Kinetic Monte Carlo simulations for the diffusion of molecules on a substrate

Please download the program kinetic_monte_carlo.py from this link

The molecule shown in the image (hexaiodo-substituted macrocycle cyclohexa-m-phenylene (CHP) ), when deposited on a noble metal substrate such as Cu(111) , Ag(111) or Au(111), at room temperature looses the I atoms and starts diffusing.

The relative probability of diffusion and of binding to a neighboring molecule determine the shape of the network that will be obtained. The experiments performed at Empa [ http://dx.doi.org/10.1021/ja107947z J. AM. CHEM. SOC. 2010, 132, 16669–16676 ] show that on a Cu substrate dendrites will form while on a Au substrate 2D networks will form.

The python program KMC.py will allow you to simulate the diffusion and binding of molecules once the energy barriers for the diffusion event and for the binding event as well as the simulation temperature are provided.

During the execution the program shows snapshots of the positions of the molecules.

Molecules free to diffuse will be represented via blue dots. Molecules that “irreversibly” formed a bond with a neighboring molecule will be represented by red dots. A few snapshots of the system during time evloution are saved as images.

Execute the program

python kinetic_monte_carlo.py

The program asks you for some input:

 
update graph each steps
coverage
temperature in K
diffusion barrier
binding barrier

TASK 1 execute the program with the following parameters:

update graph each steps 1000
coverage 0.3
number of steps 130000
temperature in K 300
diffusion barrier 0.1
binding barrier 0.1

Observe how events occur. Observe how time evolves. Did the job perform all the 300000 steps? Why? Observe the patterns obtained.

TASK 2 execute the program with the following parameters:

update graph each steps 1000
coverage 0.3
number of steps 300000
temperature in K 300
diffusion barrier 0.3
binding barrier 0.4

Do you notice differences in the way events occur? How is evolving time compared to the previous case? How does the final geometry differ from the previous case?

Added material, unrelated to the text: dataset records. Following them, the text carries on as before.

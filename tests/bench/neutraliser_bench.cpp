// The neutraliser benchmark of docs/performance.md: one target-pH solve of the neutraliser module,
// loaded as a host loads it, with the equilibrium solves its dose search took. The instance is
// reused, so every equilibrium warm-starts from the previous solve's. Measures only.
#include <benchmark/benchmark.h>

#include <protonflow/unit_host.hpp>

#include <string>
#include <utility>
#include <vector>

namespace host = protonflow::unit_host;

namespace {

constexpr double mol_per_kg_water = 1.0 / 0.018015268;  // IAPWS-95 molar mass of water
constexpr double atmosphere = 101325.0;                 // Pa

const host::Module& neutraliser_module() {
  static const host::Module module(NEUTRALISER_MODULE);
  return module;
}

host::StreamState solution(const host::Slate& slate, double water_kg, const std::vector<std::pair<std::string, double>>& solutes,
                           double temperature) {
  host::StreamState s = host::empty_stream(slate);
  s.temperature = temperature;
  s.pressure = atmosphere;
  const auto column = [&](const std::string& name) {
    for (std::size_t c = 0; c < slate.components.size(); ++c) {
      if (slate.components[c] == name) return c;
    }
    throw std::runtime_error("no component " + name);
  };
  s.flows[PFU_AQUEOUS_ROW * slate.components.size() + column("H2O")] = water_kg * mol_per_kg_water;
  for (const auto& [name, amount] : solutes) s.flows[PFU_AQUEOUS_ROW * slate.components.size() + column(name)] += amount;
  return s;
}

// Results 4 and 6 in the declared order: reagent_flow and dose_solves.
void solve_repeatedly(benchmark::State& state, const host::Slate& slate, const std::vector<host::ParameterValue>& parameters,
                      const host::StreamState& feed, const host::StreamState& reagent) {
  host::Instance unit = neutraliser_module().create("neutraliser", parameters, slate);
  const std::vector<host::StreamState> inlets{feed, reagent};
  std::vector<host::StreamState> outlets(2);
  double solves = 0.0;
  for (auto _ : state) {
    const host::Solution solution = unit.solve(inlets, outlets);
    solves = solution.results[6];
    benchmark::DoNotOptimize(solution.results[4]);
  }
  state.counters["equilibrium_solves"] = solves;
}

// 0.01 mol/kg HCl dosed with 0.1 mol/kg NaOH to pH 7, held at 25 °C: the steepest curve there is.
void target_ph_strong_acid(benchmark::State& state) {
  const host::Slate slate{{"H2O", "HCl", "NaOH"}, {}};
  solve_repeatedly(state, slate,
                   {{"mode", std::string("target_ph")}, {"target_ph", 7.0}, {"energy", std::string("at_temperature")}, {"curve_points", 2.0}},
                   solution(slate, 1.0, {{"HCl", 0.01}}, 298.15), solution(slate, 1.0, {{"NaOH", 0.1}}, 298.15));
}
BENCHMARK(target_ph_strong_acid)->Unit(benchmark::kMicrosecond);

// 2 wt % H2SO4 dosed with 10 wt % lime slurry to pH 9, adiabatic: gypsum precipitates, and the
// search alternates doses and adiabatic temperatures.
void target_ph_lime_adiabatic(benchmark::State& state) {
  const host::Slate slate{{"H2O", "H2SO4", "Ca(OH)2"}, {"gypsum", "portlandite"}};
  solve_repeatedly(state, slate, {{"mode", std::string("target_ph")}, {"target_ph", 9.0}, {"curve_points", 2.0}},
                   solution(slate, 0.98, {{"H2SO4", 0.02 / 0.0980785}}, 293.15),
                   solution(slate, 0.9, {{"Ca(OH)2", 0.1 / 0.0740927}}, 293.15));
}
BENCHMARK(target_ph_lime_adiabatic)->Unit(benchmark::kMicrosecond);

// The same held at 20 °C: the dose search alone, without the adiabatic rounds.
void target_ph_lime_at_temperature(benchmark::State& state) {
  const host::Slate slate{{"H2O", "H2SO4", "Ca(OH)2"}, {"gypsum", "portlandite"}};
  solve_repeatedly(state, slate,
                   {{"mode", std::string("target_ph")}, {"target_ph", 9.0}, {"energy", std::string("at_temperature")},
                    {"outlet_temperature", 293.15}, {"curve_points", 2.0}},
                   solution(slate, 0.98, {{"H2SO4", 0.02 / 0.0980785}}, 293.15),
                   solution(slate, 0.9, {{"Ca(OH)2", 0.1 / 0.0740927}}, 293.15));
}
BENCHMARK(target_ph_lime_at_temperature)->Unit(benchmark::kMicrosecond);

// A fixed dose of 0.1 mol/kg NaOH on 0.01 mol/kg HCl at equivalence, held at 25 °C, with a titration
// curve of state.range(0) points up to twice that dose: the curve's cost is the difference between
// 1,000 points and 2.
void titration_curve(benchmark::State& state) {
  const host::Slate slate{{"H2O", "HCl", "NaOH"}, {}};
  solve_repeatedly(state, slate,
                   {{"energy", std::string("at_temperature")}, {"curve_points", static_cast<double>(state.range(0))}},
                   solution(slate, 1.0, {{"HCl", 0.01}}, 298.15), solution(slate, 0.1, {{"NaOH", 0.01}}, 298.15));
}
BENCHMARK(titration_curve)->Arg(2)->Arg(1000)->Unit(benchmark::kMicrosecond);

}  // namespace

BENCHMARK_MAIN();
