// The scrubber benchmark of docs/performance.md: one column solve through the unit interface at 5,
// 10, 20 and 40 stages (a vent gas of HCl and water vapour in a CO2 carrier, on dilute caustic), to
// show the cost growing linearly with the stage count. Each solve starts from the column's own
// starting profile; the engine's speciation solvers keep their warm starts between solves, as
// they do in a flowsheet iteration. Measures only; nothing here asserts on time.
#include <benchmark/benchmark.h>

#include <protonflow/unit_host.hpp>

#include <vector>

namespace host = protonflow::unit_host;

namespace {

const host::Slate slate{{"H2O", "CO2", "HCl", "NaOH"}, {}};

host::StreamState stream(double temperature) {
  host::StreamState state = host::empty_stream(slate);
  state.temperature = temperature;
  state.pressure = 101325.0;
  return state;
}

void scrubber_column(benchmark::State& state) {
  static const host::Module module(SCRUBBER_MODULE);
  const double stages = static_cast<double>(state.range(0));
  auto unit = module.create("scrubber", std::vector<host::ParameterValue>{{"stages", stages}, {"efficiency", 0.7}}, slate);
  host::StreamState gas = stream(303.15);
  gas.flows[PFU_GAS_ROW * 4 + 0] = 0.02;   // H2O
  gas.flows[PFU_GAS_ROW * 4 + 1] = 1.0;    // CO2
  gas.flows[PFU_GAS_ROW * 4 + 2] = 1e-3;   // HCl
  host::StreamState liquor = stream(291.15);
  liquor.flows[PFU_AQUEOUS_ROW * 4 + 0] = 55.5;  // H2O, about 1 kg/s
  liquor.flows[PFU_AQUEOUS_ROW * 4 + 3] = 0.05;  // NaOH
  const std::vector<host::StreamState> inlets{gas, liquor, stream(291.15)};  // no reagent_in
  std::vector<host::StreamState> outlets(2);
  double iterations = 0.0;
  for (auto _ : state) {
    const host::Solution solution = unit.solve(inlets, outlets);
    iterations = solution.results.back();
    benchmark::DoNotOptimize(outlets);
  }
  state.counters["newton_iterations"] = iterations;
}

}  // namespace

BENCHMARK(scrubber_column)->Arg(5)->Arg(10)->Arg(20)->Arg(40)->Unit(benchmark::kMillisecond);
BENCHMARK_MAIN();
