// The host benchmark of docs/performance.md: loading a unit module, reading a flowsheet, and the
// three-unit loop of tests/host/cases/recycle.yaml (test mixer, heater, splitter; one recycle) —
// solved in the process, with the median of every unit's solves, and as `protonflow run` end to
// end. Measures only; nothing here asserts on time.
#include <benchmark/benchmark.h>

#include <algorithm>
#include <filesystem>
#include <fstream>
#include <sstream>
#include <string>
#include <vector>

#include "flowsheet_file.hpp"
#include "flowsheet_session.hpp"
#include "module_search.hpp"
#include "protonflow/thermo/database.hpp"
#include "run_program.hpp"

namespace fs = std::filesystem;
using namespace protonflow::host;

namespace {

const fs::path loop_flowsheet = fs::path(HOST_CASES) / "recycle.yaml";

std::string read_text(const fs::path& file) {
  std::ifstream stream(file);
  std::ostringstream text;
  text << stream.rdbuf();
  return text.str();
}

double median(std::vector<double> values) {
  if (values.empty()) return 0.0;
  std::nth_element(values.begin(), values.begin() + static_cast<std::ptrdiff_t>(values.size() / 2), values.end());
  return values[values.size() / 2];
}

FlowsheetOptions loop_options() {
  FlowsheetOptions options;
  options.file = loop_flowsheet.string();
  options.unit_dirs = {ABI_MODULE_DIR};  // the test mixer
  options.data_directory = protonflow::thermo::default_data_directory();
  return options;
}

// dlopen, the entry symbol, and every check of docs/unit-abi.md §9, then dlclose.
void module_load(benchmark::State& state, const char* file) {
  for (auto _ : state) {
    const protonflow::unit_host::Module module(file);
    benchmark::DoNotOptimize(module.classes().data());
  }
}
BENCHMARK_CAPTURE(module_load, heater, HEATER_MODULE)->Unit(benchmark::kMicrosecond);
BENCHMARK_CAPTURE(module_load, splitter, SPLITTER_MODULE)->Unit(benchmark::kMicrosecond);

// What the set-up below spends most of its time on, one by one.
void udunits_load(benchmark::State& state) {
  for (auto _ : state) {
    const UnitConverter units;
    benchmark::DoNotOptimize(&units);
  }
}
BENCHMARK(udunits_load)->Unit(benchmark::kMillisecond);

void species_data_load(benchmark::State& state) {
  for (auto _ : state) {
    const auto database = load_species_data(protonflow::thermo::default_data_directory());
    benchmark::DoNotOptimize(database->species().data());
  }
}
BENCHMARK(species_data_load)->Unit(benchmark::kMillisecond);

// The parse alone, of the same files' texts: what the first load in a process costs beyond reading.
void species_data_parse(benchmark::State& state) {
  std::vector<protonflow::thermo::DataText> texts;
  for (const auto& entry : fs::directory_iterator(protonflow::thermo::default_data_directory()))
    if (entry.path().extension() == ".yaml") texts.push_back({entry.path().string(), read_text(entry.path())});
  std::sort(texts.begin(), texts.end(), [](const auto& a, const auto& b) { return a.file < b.file; });
  for (auto _ : state) {
    const protonflow::thermo::Database database = protonflow::thermo::load_database(texts);
    benchmark::DoNotOptimize(database.species().data());
  }
}
BENCHMARK(species_data_parse)->Unit(benchmark::kMillisecond);

// Every module of the search path (the built-in directory and tests/abi) loaded and checked.
void module_scan(benchmark::State& state) {
  const std::vector<std::string> unit_dirs{ABI_MODULE_DIR};
  for (auto _ : state) {
    const UnitCatalog catalog = UnitCatalog::scan(unit_search_path(unit_dirs));
    benchmark::DoNotOptimize(catalog.modules().data());
  }
}
BENCHMARK(module_scan)->Unit(benchmark::kMicrosecond);

// The YAML of the loop flowsheet to a checked FlowsheetInput: units of measure and compositions.
void flowsheet_parse(benchmark::State& state) {
  const UnitConverter units;
  const std::string text = read_text(loop_flowsheet);
  for (auto _ : state) {
    const FlowsheetInput input = parse_flowsheet(text, loop_flowsheet.string(), units);
    benchmark::DoNotOptimize(input.streams.data());
  }
}
BENCHMARK(flowsheet_parse)->Unit(benchmark::kMicrosecond);

// Everything before the first solve: UDUNITS-2, species data, module search and load, binding,
// planning and creating the units.
void flowsheet_setup(benchmark::State& state) {
  const FlowsheetOptions options = loop_options();
  for (auto _ : state) {
    const FlowsheetSession session(options);
    benchmark::DoNotOptimize(&session);
  }
}
BENCHMARK(flowsheet_setup)->Unit(benchmark::kMillisecond);

// The loop solved in the process (units warm from the previous solve), with the median wall time
// of one solve of each unit over all passes.
void loop_solve(benchmark::State& state) {
  FlowsheetSession session(loop_options());
  std::vector<std::vector<double>> per_unit(session.flowsheet().units.size());
  long iterations = 0;
  for (auto _ : state) {
    const FlowsheetSolution solution = session.solve();
    iterations = solution.recycle ? solution.recycle->iterations : 0;
    for (std::size_t u = 0; u < per_unit.size(); ++u) {
      per_unit[u].insert(per_unit[u].end(), solution.units[u].solve_seconds.begin(), solution.units[u].solve_seconds.end());
    }
  }
  for (std::size_t u = 0; u < per_unit.size(); ++u) {
    state.counters[session.flowsheet().units[u].type + "_median_us"] = 1e6 * median(per_unit[u]);
  }
  state.counters["recycle_iterations"] = static_cast<double>(iterations);
}
BENCHMARK(loop_solve)->Unit(benchmark::kMicrosecond);

// `protonflow run` on the loop, end to end: process start, set-up, solve, report.
void run_end_to_end(benchmark::State& state) {
  const std::vector<std::string> arguments{"run", loop_flowsheet.string(), "--unit-dir", ABI_MODULE_DIR};
  for (auto _ : state) {
    const protonflow::e2e::ProgramRun run = protonflow::e2e::run_program(PROTONFLOW_BINARY, arguments);
    if (run.exit_code != 0) state.SkipWithError(("protonflow run failed: " + run.err).c_str());
  }
}
BENCHMARK(run_end_to_end)->Unit(benchmark::kMillisecond)->UseRealTime();

}  // namespace

BENCHMARK_MAIN();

TASK 3 Now have a look at the python code. The MAIN section

#### MAIN KMC LOOP
t=0

#### at the beginning we have to check possible events for all molecules
tobeupdated=[iu for iu in range(len(molecules))]
possible_events=[]
for i in range(nsteps):
    #### check possible events for selected set of molecules
    possible_events=possible_events+events(molecules,tobeupdated,nx,ny)

    if possible_events==[]:
       print "no more events possible"
       break
    #### compute total rate (can be imporved)
    R=total_rate(possible_events,rates)

    #### decide which event to apply 
    selected_event=find_event(R,rates,possible_events)

    #### apply the event end update partially the list of events
    possible_events,tobeupdated=apply_event(molecules,selected_event,possible_events)

    #### update time
    rho2=np.random.random()
    dt=-np.log(rho2)/R
    t=t+dt

is very simple and reflects the basic steps of the KMC approach. On the contrary, the function needed to create the list of events is quite complex:

def events(m,selection,nx,ny):
    allevents=[]
    set=[]
    #### list of first neighbors (relative position)
    set.append([[0,0,1,0],[1,0,0,0],[0,1,1,0],[-1,1,1,0],[-1,0,0,0],[-1,0,1,0]])
    set.append([[1,-1,-1,0],[1,0,0,0],[1,0,-1,0],[0,0,-1,0],[-1,0,0,0],[0,-1,-1,0]])

    for i in selection:
        le=[]
        #### consider only molecules that are not binded
.
.
.

TASK 4 Have a look at the section of the code that creates the list of events, comment on which are the critical points in setting up a KMC simulation to describe a real process.

TASK 5 At each step of the simulaiton the list of possible events is created (or, better, updated). An event is chosen randomly and is then actuated. Would it be possible to execute simultaneously more events at each KMC step?